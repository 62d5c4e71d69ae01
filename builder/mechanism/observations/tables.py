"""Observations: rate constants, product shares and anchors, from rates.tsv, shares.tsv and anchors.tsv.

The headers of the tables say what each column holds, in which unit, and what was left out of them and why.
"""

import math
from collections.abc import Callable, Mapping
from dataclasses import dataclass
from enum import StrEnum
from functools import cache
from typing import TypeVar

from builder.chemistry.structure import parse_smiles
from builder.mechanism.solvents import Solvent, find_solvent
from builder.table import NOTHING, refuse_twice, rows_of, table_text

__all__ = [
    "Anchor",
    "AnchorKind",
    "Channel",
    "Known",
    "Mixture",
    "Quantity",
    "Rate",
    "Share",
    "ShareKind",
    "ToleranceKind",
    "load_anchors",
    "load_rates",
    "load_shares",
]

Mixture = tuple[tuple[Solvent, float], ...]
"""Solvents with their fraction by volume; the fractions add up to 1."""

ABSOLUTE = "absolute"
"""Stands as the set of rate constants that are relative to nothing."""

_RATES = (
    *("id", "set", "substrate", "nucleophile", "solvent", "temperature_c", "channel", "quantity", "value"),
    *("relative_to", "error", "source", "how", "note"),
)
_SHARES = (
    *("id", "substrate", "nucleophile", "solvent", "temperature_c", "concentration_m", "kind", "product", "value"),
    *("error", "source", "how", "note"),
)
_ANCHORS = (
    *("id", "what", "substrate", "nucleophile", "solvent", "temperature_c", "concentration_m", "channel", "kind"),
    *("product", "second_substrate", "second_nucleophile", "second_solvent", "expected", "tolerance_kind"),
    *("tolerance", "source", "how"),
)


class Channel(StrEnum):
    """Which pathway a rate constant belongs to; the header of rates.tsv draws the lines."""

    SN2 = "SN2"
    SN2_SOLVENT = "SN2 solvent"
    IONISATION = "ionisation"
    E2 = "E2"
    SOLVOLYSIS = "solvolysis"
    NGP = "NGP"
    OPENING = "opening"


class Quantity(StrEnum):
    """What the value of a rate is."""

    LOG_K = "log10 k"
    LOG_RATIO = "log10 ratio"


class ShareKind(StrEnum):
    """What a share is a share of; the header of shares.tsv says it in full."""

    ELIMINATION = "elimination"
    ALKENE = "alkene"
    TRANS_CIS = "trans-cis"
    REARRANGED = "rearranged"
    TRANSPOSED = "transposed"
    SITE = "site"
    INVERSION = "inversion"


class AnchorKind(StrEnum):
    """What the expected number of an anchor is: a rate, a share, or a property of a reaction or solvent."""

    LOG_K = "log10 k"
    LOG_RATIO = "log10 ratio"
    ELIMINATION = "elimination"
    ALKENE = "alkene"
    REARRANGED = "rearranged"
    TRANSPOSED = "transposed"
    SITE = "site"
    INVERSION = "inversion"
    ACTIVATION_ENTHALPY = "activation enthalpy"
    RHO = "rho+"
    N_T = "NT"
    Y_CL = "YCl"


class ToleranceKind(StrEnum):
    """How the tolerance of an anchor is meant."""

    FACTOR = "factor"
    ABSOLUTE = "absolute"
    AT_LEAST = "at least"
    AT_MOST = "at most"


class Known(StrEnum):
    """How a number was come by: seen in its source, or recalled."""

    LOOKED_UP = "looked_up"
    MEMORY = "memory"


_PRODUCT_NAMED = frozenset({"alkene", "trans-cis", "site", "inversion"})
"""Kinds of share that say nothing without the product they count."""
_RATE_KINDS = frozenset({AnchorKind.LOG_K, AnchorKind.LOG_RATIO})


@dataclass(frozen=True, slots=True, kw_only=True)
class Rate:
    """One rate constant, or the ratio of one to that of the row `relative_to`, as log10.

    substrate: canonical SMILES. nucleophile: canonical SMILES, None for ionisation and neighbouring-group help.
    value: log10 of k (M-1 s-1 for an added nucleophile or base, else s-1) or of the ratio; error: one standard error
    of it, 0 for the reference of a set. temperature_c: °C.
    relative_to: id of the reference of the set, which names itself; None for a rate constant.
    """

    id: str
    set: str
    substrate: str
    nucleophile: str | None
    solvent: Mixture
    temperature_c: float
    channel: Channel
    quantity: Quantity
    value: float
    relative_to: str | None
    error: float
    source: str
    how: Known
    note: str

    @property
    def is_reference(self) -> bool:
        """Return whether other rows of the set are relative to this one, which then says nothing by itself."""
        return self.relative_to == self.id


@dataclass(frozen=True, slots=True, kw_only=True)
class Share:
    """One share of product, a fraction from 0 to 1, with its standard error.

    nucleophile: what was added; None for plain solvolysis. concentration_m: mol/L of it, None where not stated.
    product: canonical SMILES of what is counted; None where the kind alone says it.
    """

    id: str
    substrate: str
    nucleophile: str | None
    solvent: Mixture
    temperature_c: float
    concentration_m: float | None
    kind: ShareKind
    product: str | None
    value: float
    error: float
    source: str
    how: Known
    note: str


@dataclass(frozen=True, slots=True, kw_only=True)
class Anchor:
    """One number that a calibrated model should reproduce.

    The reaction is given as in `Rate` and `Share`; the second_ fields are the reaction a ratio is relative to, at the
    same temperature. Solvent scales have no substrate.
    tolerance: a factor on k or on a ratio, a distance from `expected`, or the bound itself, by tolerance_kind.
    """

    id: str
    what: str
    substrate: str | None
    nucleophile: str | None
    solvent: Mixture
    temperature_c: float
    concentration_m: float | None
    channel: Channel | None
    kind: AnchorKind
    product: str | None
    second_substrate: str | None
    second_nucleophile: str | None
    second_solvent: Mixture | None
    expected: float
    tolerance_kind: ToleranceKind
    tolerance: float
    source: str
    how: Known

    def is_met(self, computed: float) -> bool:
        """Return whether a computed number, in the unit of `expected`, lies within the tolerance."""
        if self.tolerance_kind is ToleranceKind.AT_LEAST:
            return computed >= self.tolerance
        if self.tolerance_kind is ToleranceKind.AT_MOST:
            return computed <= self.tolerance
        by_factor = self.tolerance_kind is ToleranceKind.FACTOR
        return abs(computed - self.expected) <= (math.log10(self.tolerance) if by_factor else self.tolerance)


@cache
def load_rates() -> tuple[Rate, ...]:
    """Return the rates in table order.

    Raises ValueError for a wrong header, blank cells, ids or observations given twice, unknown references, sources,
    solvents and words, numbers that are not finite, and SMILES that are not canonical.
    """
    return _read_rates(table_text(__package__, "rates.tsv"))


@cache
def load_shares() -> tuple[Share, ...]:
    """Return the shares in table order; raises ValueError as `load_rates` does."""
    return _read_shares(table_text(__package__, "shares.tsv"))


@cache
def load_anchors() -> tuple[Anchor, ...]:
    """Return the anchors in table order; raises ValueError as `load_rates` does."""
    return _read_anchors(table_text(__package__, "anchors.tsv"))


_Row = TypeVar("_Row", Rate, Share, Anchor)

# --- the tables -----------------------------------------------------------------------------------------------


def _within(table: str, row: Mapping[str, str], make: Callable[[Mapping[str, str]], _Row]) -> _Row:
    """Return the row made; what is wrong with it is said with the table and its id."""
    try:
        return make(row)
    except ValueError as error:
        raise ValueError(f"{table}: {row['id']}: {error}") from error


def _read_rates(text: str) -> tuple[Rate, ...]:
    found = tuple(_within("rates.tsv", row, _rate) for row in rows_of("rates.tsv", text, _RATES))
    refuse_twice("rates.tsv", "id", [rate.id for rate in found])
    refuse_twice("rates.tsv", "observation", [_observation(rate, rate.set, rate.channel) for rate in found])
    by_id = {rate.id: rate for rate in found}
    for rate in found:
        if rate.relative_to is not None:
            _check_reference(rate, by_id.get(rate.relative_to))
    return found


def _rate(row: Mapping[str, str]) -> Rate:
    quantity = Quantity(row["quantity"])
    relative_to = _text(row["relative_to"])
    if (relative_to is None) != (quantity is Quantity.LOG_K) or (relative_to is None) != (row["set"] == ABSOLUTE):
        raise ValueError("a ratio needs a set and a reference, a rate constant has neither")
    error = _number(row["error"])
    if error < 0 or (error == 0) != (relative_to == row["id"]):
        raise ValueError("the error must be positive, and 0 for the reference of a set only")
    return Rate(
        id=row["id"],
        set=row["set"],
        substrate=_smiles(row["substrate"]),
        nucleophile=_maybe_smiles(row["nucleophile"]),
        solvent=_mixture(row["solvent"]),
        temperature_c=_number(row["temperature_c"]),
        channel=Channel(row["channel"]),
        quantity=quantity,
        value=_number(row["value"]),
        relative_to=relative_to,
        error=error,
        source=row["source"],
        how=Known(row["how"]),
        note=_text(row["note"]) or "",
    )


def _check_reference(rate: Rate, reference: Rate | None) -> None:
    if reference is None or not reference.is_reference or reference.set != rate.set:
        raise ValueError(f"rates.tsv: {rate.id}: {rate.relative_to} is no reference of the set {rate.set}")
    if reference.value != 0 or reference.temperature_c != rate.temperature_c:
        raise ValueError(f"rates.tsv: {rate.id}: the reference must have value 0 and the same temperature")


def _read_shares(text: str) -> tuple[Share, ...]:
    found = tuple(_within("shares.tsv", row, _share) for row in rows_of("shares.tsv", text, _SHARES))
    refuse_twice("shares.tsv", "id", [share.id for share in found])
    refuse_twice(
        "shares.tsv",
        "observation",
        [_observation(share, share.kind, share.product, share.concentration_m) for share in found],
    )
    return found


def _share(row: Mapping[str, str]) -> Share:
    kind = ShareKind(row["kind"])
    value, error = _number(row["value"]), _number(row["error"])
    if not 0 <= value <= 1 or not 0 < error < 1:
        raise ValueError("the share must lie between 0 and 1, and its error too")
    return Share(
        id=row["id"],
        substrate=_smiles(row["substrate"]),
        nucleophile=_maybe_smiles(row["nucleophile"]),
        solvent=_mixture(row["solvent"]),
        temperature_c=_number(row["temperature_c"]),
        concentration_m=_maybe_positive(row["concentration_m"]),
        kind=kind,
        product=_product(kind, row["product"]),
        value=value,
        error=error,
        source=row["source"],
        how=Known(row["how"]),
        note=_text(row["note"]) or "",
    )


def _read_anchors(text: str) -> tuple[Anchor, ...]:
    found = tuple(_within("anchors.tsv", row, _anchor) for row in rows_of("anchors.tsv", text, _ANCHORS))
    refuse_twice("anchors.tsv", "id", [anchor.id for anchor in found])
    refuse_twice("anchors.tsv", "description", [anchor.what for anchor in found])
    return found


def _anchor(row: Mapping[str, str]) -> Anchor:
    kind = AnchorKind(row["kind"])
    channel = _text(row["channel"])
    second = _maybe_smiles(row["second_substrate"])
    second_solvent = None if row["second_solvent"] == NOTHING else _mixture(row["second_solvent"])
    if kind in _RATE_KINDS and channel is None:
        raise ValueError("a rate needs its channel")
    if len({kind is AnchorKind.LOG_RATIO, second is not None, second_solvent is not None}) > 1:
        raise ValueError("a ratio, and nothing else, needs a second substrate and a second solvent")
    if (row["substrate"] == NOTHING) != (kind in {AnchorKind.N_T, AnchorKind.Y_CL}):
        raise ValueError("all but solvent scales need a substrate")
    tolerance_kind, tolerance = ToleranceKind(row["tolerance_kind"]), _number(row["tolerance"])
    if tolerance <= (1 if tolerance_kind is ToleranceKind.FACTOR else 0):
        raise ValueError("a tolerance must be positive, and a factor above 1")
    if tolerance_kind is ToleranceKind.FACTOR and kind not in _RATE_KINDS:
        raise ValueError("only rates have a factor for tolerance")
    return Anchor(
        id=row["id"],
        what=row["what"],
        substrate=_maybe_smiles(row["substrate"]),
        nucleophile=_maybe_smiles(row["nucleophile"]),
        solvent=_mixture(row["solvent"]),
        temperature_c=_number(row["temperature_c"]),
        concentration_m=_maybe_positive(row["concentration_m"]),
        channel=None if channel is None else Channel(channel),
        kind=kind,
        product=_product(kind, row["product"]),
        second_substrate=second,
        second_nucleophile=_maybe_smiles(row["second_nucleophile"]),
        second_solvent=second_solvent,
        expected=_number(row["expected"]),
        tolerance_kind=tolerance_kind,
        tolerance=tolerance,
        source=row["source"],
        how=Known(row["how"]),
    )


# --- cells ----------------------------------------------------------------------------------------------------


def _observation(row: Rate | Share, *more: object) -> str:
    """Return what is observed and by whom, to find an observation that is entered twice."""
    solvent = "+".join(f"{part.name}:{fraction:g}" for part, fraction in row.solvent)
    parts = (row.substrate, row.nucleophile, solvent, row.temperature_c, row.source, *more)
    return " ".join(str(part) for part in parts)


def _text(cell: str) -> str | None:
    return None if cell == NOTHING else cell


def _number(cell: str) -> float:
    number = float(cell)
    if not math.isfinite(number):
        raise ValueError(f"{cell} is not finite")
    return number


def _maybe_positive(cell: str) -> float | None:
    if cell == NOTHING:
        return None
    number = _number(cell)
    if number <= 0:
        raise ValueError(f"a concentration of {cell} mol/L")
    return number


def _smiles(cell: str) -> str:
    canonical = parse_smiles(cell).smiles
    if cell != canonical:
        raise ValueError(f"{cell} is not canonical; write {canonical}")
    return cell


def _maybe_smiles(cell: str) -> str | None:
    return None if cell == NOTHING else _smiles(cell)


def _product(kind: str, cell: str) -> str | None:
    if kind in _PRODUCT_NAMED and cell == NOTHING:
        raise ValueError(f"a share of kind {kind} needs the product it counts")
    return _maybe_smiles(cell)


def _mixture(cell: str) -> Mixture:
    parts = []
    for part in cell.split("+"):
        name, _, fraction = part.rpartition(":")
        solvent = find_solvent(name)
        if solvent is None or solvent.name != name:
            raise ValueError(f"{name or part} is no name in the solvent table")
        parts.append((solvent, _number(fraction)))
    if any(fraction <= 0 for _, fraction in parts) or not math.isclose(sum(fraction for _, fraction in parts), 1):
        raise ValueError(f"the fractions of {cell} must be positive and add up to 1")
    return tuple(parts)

Try it => Return all lines from the data above with "frozenset" in them.

Output =>
_PRODUCT_NAMED = frozenset({"alkene", "trans-cis", "site", "inversion"})
_RATE_KINDS = frozenset({AnchorKind.LOG_K, AnchorKind.LOG_RATIO})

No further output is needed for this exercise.